To End Child Abuse
The New Morality—Harvesting Its Crop
The remedy works when practiced, not when preached
THE new morality is not new. It is only a new name for the old immorality. The tree is still rotten, its fruit still worthless. Its wisdom is unrighteous, its “children” prove it so. As it occurred in the days of Noah and in the days of Lot, so it is occurring in these last days of another immoral system. The crop being reaped is the same, only this time it’s a bumper harvest. And not at all practical—very, very impractical. Especially so for the children.
The Bible’s remedy is practical, for children and everyone else. Even the professional people who are involved with the problem of child abuse offer similar solutions, up to a point. They know that bad family conditions cause children to run away from home, and that a high percentage of runaways end up on the streets and in prostitution and pornography and suffer appalling abuse. Some are escaping incest at home, homes broken by divorce, chronic conflicts with parents, lack of loving attention, and some are swayed by their peers. Whatever the specific causes, the remedy is the healing of family breakdown. So say the experts.
So does the Bible. It calls for close communication between parent and child. Concerning righteous principles, the command is: “You must inculcate them in your son and speak of them when you sit in your house and when you walk on the road and when you lie down and when you get up.”—Deuteronomy 6:7.
The Bible counsels both parents and children on how to act: “Children, be obedient to your parents in union with the Lord, for this is righteous . . . And you, fathers, do not be irritating your children, but go on bringing them up in the discipline and mental-regulating of Jehovah.”—Ephesians 6:1, 4.
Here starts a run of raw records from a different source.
import { ChangeDetectionStrategy, Component, computed, input } from '@angular/core';
import { ICON_PATHS, type IconName } from './icon-paths';

/** A small stroke drawing beside words; it says nothing by itself, so a button that has only an icon needs a label. */
@Component({
  selector: 'lw-icon',
  changeDetection: ChangeDetectionStrategy.OnPush,
  host: { 'aria-hidden': 'true' },
  styles: ':host { display: inline-flex; flex: none; }',
  template: `
    <svg [attr.width]="size()" [attr.height]="size()" viewBox="0 0 18 18" fill="none" stroke="currentColor" stroke-width="1.5" stroke-linecap="round" stroke-linejoin="round">
      <path [attr.d]="path()" />
    </svg>`,
})
export class Icon {
  readonly name = input.required<IconName>();
  /** Edge, px. */
  readonly size = input(18);
  protected readonly path = computed(() => ICON_PATHS[this.name()]);
}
Psychiatrists agree. They say parents must be fair and set good examples, but children need regulations and discipline. One psychotherapist confirms this, saying: “We abandon our children also when, hoping to make ‘friends’ of them, we renounce our responsibilities as models and as law-givers. This is a betrayal that children feel acutely because no need is stronger to a growing child than the sense of boundaries and limits. The child experiences them as love.” The Bible confirms this. “The one whom Jehovah loves he reproves, even as a father does a son in whom he finds pleasure.”—Proverbs 3:12.
Some say that more sex education in the schools is what is needed; others contend it’s already too explicit and goes too far. One illustrated booklet for children, prepared by a Syracuse University professor, says: “All thoughts are normal.” “Masturbation is a normal expression of sex for both males and females at any age. Enjoy it.” Homosexuality is your business, “so choose the sexual life you want.” “A lot of people wonder about oral and anal sex, and some think it is ‘perverted.’ We think there is nothing wrong with any kind of sex.” “Pornography is harmless.”
Perhaps Johnny can’t read or write because his teachers are too busy indoctrinating him with the “normality” of sexual perversions. Sex instruction for children can be too much too soon. Dr. Greenwood warns: “Parents in their efforts to be liberal often overeducate, and they may be giving their children material they’re not yet ready to cope with.” Regardless of the pros and cons of sex education, the hard fact is the tremendous increase in child prostitution, sodomy, pornography and incest.
Those who greedily exploit children in these ways fit the Bible’s description, found at Ephesians 4:19: “Having come to be past all moral sense, they gave themselves over to loose conduct to work uncleanness of every sort with greediness.” They fit those of Noah’s day: “Jehovah saw that the badness of man was abundant in the earth and every inclination of the thoughts of his heart was only bad all the time.”—Genesis 6:5.
Only the Bible’s solution will end the abuse of children. Jesus summed it up: ‘Love God with your whole heart. Love your neighbor as yourself.’ (Matthew 22:37-39) The apostle Paul repeated it: “Love does not work evil to one’s neighbor; therefore love is the law’s fulfillment.”—Romans 13:10.
This solution of brotherly love is practical. When applied, it works. Too many are hearers of God’s Word but not doers of it. Too many say “Lord, Lord,” but don’t listen to Jesus or do Jehovah’s will.—James 1:22; Matthew 7:21.
In God’s due time all who embrace his kingdom under Christ will become able to keep this law of love perfectly. Then will come fulfillment of Proverbs 2:21, 22: “The upright are the ones that will reside in the earth, and the blameless are the ones that will be left over in it. As regards the wicked, they will be cut off from the very earth; and as for the treacherous, they will be torn away from it.”
This is the only way, the final way, to end child abuse.